**Exercise prompt:**
Pick out every line of the entries below where "expected" occurs, and copy those lines.

== Information

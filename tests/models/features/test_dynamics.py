"""Shift, lumpiness, stability, flat-spot, crossing and autocorrelation features.

References: R tsfeatures 1.1.1 check values (feature-references.md §2), statsmodels 0.15 ``acf``,
pandas 3.1 ``cut``. Per-window loops use small re-statements of the R definitions that are
themselves checked against the R values first.
"""

from __future__ import annotations

import numpy as np
import pandas as pd
import pytest
from statsmodels.tsa.stattools import acf

from models.features.dynamics import (
    crossing_points,
    flat_spots,
    lag1_autocorrelation,
    lumpiness,
    max_level_shift,
    max_var_shift,
    stability,
)
from models.features.windows import CentredWindows

X30 = np.array([0, 0, 3, 12, 0, 0, 0, 45, 80, 2, 0, 0, 0, 0, 7, 0, 0, 1, 0, 0, 150, 90, 10, 0, 0, 0, 0, 0, 0, 4],
               dtype=float)  # feature-references.md §2


def _x181() -> np.ndarray:
    rng = np.random.default_rng(7)  # feature-references.md §2
    x = rng.poisson(3, 181).astype(float)
    x[::10] *= 20
    return x


X181 = _x181()


def _whole(x: np.ndarray) -> CentredWindows:
    return CentredWindows(x, x.size)  # every window covers the whole series


# ---- re-statements of the R definitions (tsfeatures 1.1.1), for per-window loops ----------

def _r_max_shift(x: np.ndarray, width: int, *, var: bool) -> float:
    """R max_level_shift / max_var_shift on a NaN-free window; NaN where R returns 0 (no pairs)."""
    if x.size < 2 * width:
        return np.nan
    tiles = np.lib.stride_tricks.sliding_window_view(x, width)
    stat = tiles.var(axis=1, ddof=1) if var else tiles.mean(axis=1)
    return float(np.max(np.abs(stat[width:] - stat[:-width])))


def _r_tiles(x: np.ndarray, width: int, *, lump: bool) -> float:
    """R lumpiness / stability: standardise (unless constant), full tiles from the first point."""
    if x.size < 2 * width:
        return np.nan
    sd = x.std(ddof=1)
    z = (x - x.mean()) / sd if sd > 0 else x
    tiles = z[:(x.size // width) * width].reshape(-1, width)
    return float((tiles.var(axis=1, ddof=1) if lump else tiles.mean(axis=1)).var(ddof=1))


def _r_crossing_points(x: np.ndarray) -> float:
    below = x <= np.median(x)
    return float(np.sum(below[1:] != below[:-1]))


def _pandas_flat_spots(x: np.ndarray) -> float:
    labels = pd.cut(x, bins=10, labels=False)  # the Python tsfeatures port's binning
    runs = np.diff(np.flatnonzero(np.diff(np.r_[np.nan, labels, np.nan]) != 0))
    return float(runs.max())


def _windows(x: np.ndarray, h: int):
    for i in range(x.size):
        yield i, x[max(0, i - h):i + h + 1]


# ---- R check values -----------------------------------------------------------------------

@pytest.mark.parametrize(("x", "width", "expected"), [
    # R max_level_shift(x, width) on raw x; R's 0 for "no pairs" is NaN here
    (X30, 10, 24.6), (X30, 5, 50.0), (X30, 20, np.nan), (X181, 10, 9.3), (X181, 5, 25.0), (X181, 20, 7.6),
])
def test_max_level_shift_r_check_values(x, width, expected):
    np.testing.assert_allclose(max_level_shift(_whole(x), width=width)[0], expected, rtol=1e-9)
    np.testing.assert_allclose(_r_max_shift(x, width, var=False), expected, rtol=1e-9)


@pytest.mark.parametrize(("x", "width", "expected"), [
    # R max_var_shift(x, width) on raw x
    (X30, 10, 2711.777778), (X30, 5, 4736.4), (X30, 20, np.nan),
    (X181, 10, 1258.077778), (X181, 5, 2807.2), (X181, 20, 916.5263158),
])
def test_max_var_shift_r_check_values(x, width, expected):
    np.testing.assert_allclose(max_var_shift(_whole(x), width=width)[0], expected, rtol=1e-9)
    np.testing.assert_allclose(_r_max_shift(x, width, var=True), expected, rtol=1e-9)


@pytest.mark.parametrize(("x", "level", "var"), [(X30, 0.7194265055, 2.31929906), (X181, 0.4245766491, 2.622127494)])
def test_shifts_on_scaled_series_r_check_values(x, level, var):
    z = (x - x.mean()) / x.std(ddof=1)  # R scalets()
    assert max_level_shift(_whole(z), width=10)[0] == pytest.approx(level, rel=1e-9)
    assert max_var_shift(_whole(z), width=10)[0] == pytest.approx(var, rel=1e-8)


@pytest.mark.parametrize(("x", "width", "lump", "stab"), [
    # R lumpiness(x, width) / stability(x, width); R's 0 for fewer than 2 tiles is NaN here
    (X30, 10, 1.418465168, 0.1297385827), (X30, 5, 2.430202573, 0.3538577934), (X30, 20, np.nan, np.nan),
    (X181, 10, 0.8793892731, 0.01910417703), (X181, 5, 2.837439905, 0.1324277455),
    (X181, 20, 0.3942121157, 0.01191370865),
])
def test_lumpiness_stability_r_check_values(x, width, lump, stab):
    np.testing.assert_allclose(lumpiness(_whole(x), width=width)[0], lump, rtol=1e-9)
    np.testing.assert_allclose(stability(_whole(x), width=width)[0], stab, rtol=1e-9)
    np.testing.assert_allclose(_r_tiles(x, width, lump=True), lump, rtol=1e-9)
    np.testing.assert_allclose(_r_tiles(x, width, lump=False), stab, rtol=1e-9)


@pytest.mark.parametrize(("x", "crossings", "flat"), [(X30, 11, 11), (X181, 88, 9)])
def test_crossing_points_and_flat_spots_r_check_values(x, crossings, flat):
    # R crossing_points / flat_spots (= Python port); X30 has values on bin edges (45, 90)
    assert crossing_points(_whole(x))[0] == crossings == _r_crossing_points(x)
    assert flat_spots(_whole(x))[0] == flat == _pandas_flat_spots(x)


@pytest.mark.parametrize(("x", "expected"), [(X30, 0.3724248215), (X181, -0.08591898333)])
def test_lag1_autocorrelation_check_values(x, expected):
    assert lag1_autocorrelation(_whole(x))[0] == pytest.approx(expected, rel=1e-9)


# ---- every window, including truncated ones at the ends ------------------------------------

def _log_counts(n: int, seed: int) -> np.ndarray:
    rng = np.random.default_rng(seed)
    x = rng.poisson(2, n) * (rng.random(n) < 0.3) + rng.poisson(90, n) * (rng.random(n) < 0.05)
    x[n // 2:n // 2 + 35] = 0
    return np.log1p(x.astype(float))


@pytest.mark.parametrize("h", [10, 30])
def test_window_features_equal_references_on_every_window(h):
    x = _log_counts(200, h)
    w = CentredWindows(x, h)
    got = {
        "level": max_level_shift(w, width=10), "var": max_var_shift(w, width=10),
        "lump": lumpiness(w, width=10), "stab": stability(w, width=10),
        "cross": crossing_points(w), "flat": flat_spots(w), "acf1": lag1_autocorrelation(w),
    }
    for i, win in _windows(x, h):
        constant = win.min() == win.max()
        ref = {
            "level": _r_max_shift(win, 10, var=False), "var": _r_max_shift(win, 10, var=True),
            "lump": _r_tiles(win, 10, lump=True), "stab": _r_tiles(win, 10, lump=False),
            "cross": _r_crossing_points(win), "flat": _pandas_flat_spots(win) if not constant else win.size,
            # statsmodels 0.15 acf(adjusted=False, fft=False) = R acf; undefined for a constant window
            "acf1": np.nan if constant else acf(win, nlags=1, fft=False, adjusted=False)[1],
        }
        for name, value in ref.items():
            np.testing.assert_allclose(got[name][i], value, rtol=1e-9, atol=1e-12, err_msg=f"{name} at {i}")


def test_missing_epochs_are_skipped_not_zero():
    x = np.log1p(np.array([5, 0, 0, 0, 0, 0, 0, 7, 0, 0, 30, 0], dtype=float))
    gap = x.copy()
    gap[3] = np.nan  # filled with 0 instead, epochs 1..6 would be one still run of 6
    w = CentredWindows(gap, gap.size)
    obs = gap[~np.isnan(gap)]
    # crossings: pairs with a missing epoch are skipped (R sum(na.rm = TRUE))
    below = gap <= np.median(obs)
    pairs = ~np.isnan(gap[1:]) & ~np.isnan(gap[:-1])
    assert crossing_points(w)[0] == np.sum((below[1:] != below[:-1]) & pairs)
    # flat spots: runs are broken at the gap; the zero run 4..6 (3 epochs) is the longest
    assert flat_spots(w)[0] == 3.0
    assert flat_spots(CentredWindows(x, x.size))[0] == 6.0
    # lag-1 autocorrelation: pairs with a missing epoch leave the sums; statsmodels 0.15
    # acf(missing="conservative") removes NaN from the mean and from the cross-products the same way
    ref = acf(gap, nlags=1, fft=False, adjusted=False, missing="conservative")[1]
    assert lag1_autocorrelation(w)[0] == pytest.approx(ref, rel=1e-12)


@pytest.mark.parametrize("h", [3, 10, 30])
def test_runs_and_crossings_on_a_restless_series_with_gaps(h):
    # a restless start and end around quiet epochs, with a gap: window minima, maxima and medians
    # change from one window to the next, and runs are cut at window edges and at the gap
    rng = np.random.default_rng(40 + h)
    counts = np.concatenate([rng.poisson(150, 60), rng.poisson(4, 80) * (rng.random(80) < 0.3),
                             rng.poisson(120, 60)]).astype(float)
    counts[100:107] = np.nan
    x = np.log1p(counts)
    w = CentredWindows(x, h)
    cross, flat = crossing_points(w), flat_spots(w)
    for i, win in _windows(x, h):
        obs = ~np.isnan(win)
        if not obs.any():
            assert np.isnan(cross[i]) and np.isnan(flat[i])
            continue
        below = win <= np.median(win[obs])  # R crossing_points, pairs with a missing epoch skipped
        assert cross[i] == np.sum((below[1:] != below[:-1]) & obs[1:] & obs[:-1]), f"crossings at {i}"
        # pandas cut (the Python port's binning) on each observed stretch; a missing epoch ends a run
        low, high = win[obs].min(), win[obs].max()
        stretches = np.split(win, np.flatnonzero(~obs))
        longest = 0.0
        for part in stretches:
            part = part[~np.isnan(part)]
            if part.size and high > low:
                labels = pd.cut(np.r_[low, high, part], bins=10, labels=False)[2:]
                runs = np.diff(np.flatnonzero(np.diff(np.r_[np.nan, labels, np.nan]) != 0))
                longest = max(longest, float(runs.max()))
            elif part.size:
                longest = max(longest, float(part.size))
        assert flat[i] == longest, f"flat spots at {i}"


@pytest.mark.filterwarnings("error")
@pytest.mark.parametrize("value", [0.0, 2.5])
def test_constant_windows_have_defined_values_without_warnings(value):
    w = CentredWindows(np.full(90, value), 30)
    assert np.all(max_level_shift(w, width=10)[20:70] == 0.0)
    assert np.all(max_var_shift(w, width=10)[20:70] == 0.0)
    assert np.all(lumpiness(w, width=10) == 0.0) and np.all(stability(w, width=10) == 0.0)
    assert np.all(crossing_points(w) == 0.0)
    assert np.all(flat_spots(w) == w.n_observed)  # R and the Python port: n for a constant series
    assert np.isnan(lag1_autocorrelation(w)).all()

====

**Answer:**
@pytest.mark.parametrize(("x", "width", "expected"), [
def test_max_level_shift_r_check_values(x, width, expected):
    np.testing.assert_allclose(max_level_shift(_whole(x), width=width)[0], expected, rtol=1e-9)
    np.testing.assert_allclose(_r_max_shift(x, width, var=False), expected, rtol=1e-9)
@pytest.mark.parametrize(("x", "width", "expected"), [
def test_max_var_shift_r_check_values(x, width, expected):
    np.testing.assert_allclose(max_var_shift(_whole(x), width=width)[0], expected, rtol=1e-9)
    np.testing.assert_allclose(_r_max_shift(x, width, var=True), expected, rtol=1e-9)
@pytest.mark.parametrize(("x", "expected"), [(X30, 0.3724248215), (X181, -0.08591898333)])
def test_lag1_autocorrelation_check_values(x, expected):
    assert lag1_autocorrelation(_whole(x))[0] == pytest.approx(expected, rel=1e-9)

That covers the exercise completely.